Strategic value and market differentiation
You may have the time, resources, and technical skills to build your storage and compute solution in-house. But is that truly in your company’s best interest?
Even if you answered ‘yes’ to all these factors, you still need to ask: Does building an in-house solution offer a distinct strategic advantage for your organization? If the answer is ‘no,’ then pursuing an in-house solution may not be justified.
In some cases, organizations have developed their data platforms because their requirements exceeded the capabilities of existing solutions, and building their own platforms offered a unique competitive edge. The state-of-the-art data platform they built enabled near real-time data availability for data scientists, analysts, and engineers—improving capabilities such as fraud detection, experimentation, and overall user experience.
The same can be said for companies like Google or Netflix, which operate on a massive scale with specific, complex requirements. However, for most organizations, this isn’t the reality. Unless the cost of purchasing a managed solution is significantly higher than the engineering effort required to build one, opting to buy is often a more effective way to leverage your data platform for competitive advantage than investing heavily in building an open-source-based solution.
While out-of-the-box platform solutions are increasingly sophisticated, offering extensive feature sets and improved interoperability, the decision between building and buying remains highly context-dependent. For some organizations, managed solutions provide the perfect balance of functionality and efficiency. For others, like Venatus, building custom solutions using open-source technologies can deliver superior value, especially when dealing with unique requirements or specific performance demands.

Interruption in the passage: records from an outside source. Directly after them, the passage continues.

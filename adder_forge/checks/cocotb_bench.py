"""cocotb test that drives an adder module and compares it with the interface's reference.

Loaded by cocotb inside the simulator (see cocotb_run.py). Everything it needs arrives in one small JSON
file named by ADDER_FORGE_COCOTB (written by cocotb_check.py): the module name, the interface record and
the plan's parameters. There are no defaults: a missing or unreadable file fails the test.
"""

from __future__ import annotations

import json
import os
from pathlib import Path

import cocotb
from cocotb.triggers import Timer

from adder_forge.emit.vectors import plan_for
from adder_forge.ir.interface import Interface

PARAMETERS = "ADDER_FORGE_COCOTB"


def load(environ=os.environ) -> tuple[str, Interface, dict]:
    """(module name, interface, plan parameters) from the file ADDER_FORGE_COCOTB names."""
    path = environ.get(PARAMETERS)
    if not path:
        raise RuntimeError(f"{PARAMETERS} is not set: run this test through adder_forge.checks.cocotb_check")
    d = json.loads(Path(path).read_text(encoding="utf-8"))
    return d["name"], Interface.from_json(d["interface"]), d["plan"]


@cocotb.test()
async def adds_like_python(dut):
    name, iface, p = load()
    if iface.latency:
        raise RuntimeError(f"{name}: this test drives combinational adders; latency {iface.latency} needs a clock")
    plan = plan_for(iface, p["exhaustive_limit"], p["random"], p["seed"])
    inputs = [getattr(dut, pin.name) for pin in iface.inputs]
    outputs = [(pin.name, getattr(dut, pin.name)) for pin in iface.outputs]
    passed = failed = 0
    first = None
    for vs in plan.chunks():
        for k in range(len(vs)):
            values = vs.values(k)
            for pin, handle in zip(iface.inputs, inputs):
                handle.value = values[pin.name]
            await Timer(1, unit="ns")
            got = iface.pack_outputs({n: int(h.value) for n, h in outputs})
            want = iface.expected(values)  # the reference: Python integers
            if got == want:
                passed += 1
            else:
                failed += 1
                if first is None:
                    shown = " ".join(f"{pin.name}={values[pin.name]}" if pin.scalar else
                                     f"{pin.name}=0x{values[pin.name]:x}" for pin in iface.inputs)
                    first = f"{shown} expected=0x{want:x} got=0x{got:x}"
                    dut._log.error("%s: MISMATCH %s", name, first)
    dut._log.info("%s: %d passed, %d failed", name, passed, failed)
    assert failed == 0, f"{name}: {failed} of {passed + failed} vectors failed; first: {first}"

The key to success lies not just in the platform choice itself, but in how effectively you implement, customize, and optimize your chosen solution. Whether building or buying, your competitive edge will come from how well you understand your specific needs, leverage your data effectively, and align your infrastructure decisions with your long-term business strategy. By carefully weighing the considerations we’ve discussed—from costs and complexity to expertise and strategic value—you can make an informed decision that best serves your organization’s unique circumstances and goals
Summary
In this blog post, we have taken a closer look at the data storage layer and explored its role in shaping the rest of your infrastructure. It is essential to invest in suitable tools from the outset, as your storage will heavily impact how you design, implement, and utilize other elements of your data stack in the future.
Building could mean starting from scratch or using open-source tools to create a custom solution. Setting up your data warehouse solution depends on your team’s specific needs, which ultimately boil down to the five key considerations:
- Cost & resources
- Complexity & interoperability
- Expertise & recruiting
- Time to value
- Competitive advantage
The storage layer you choose should align with your organization’s unique use cases, data-sharing policies with cloud providers, and overall cloud or infrastructure architecture. Whether you’re deciding on a warehouse solution or data observability tools, making great choices often involves tough discussions. Embrace these build-versus-buy debates—they drive innovation and progress.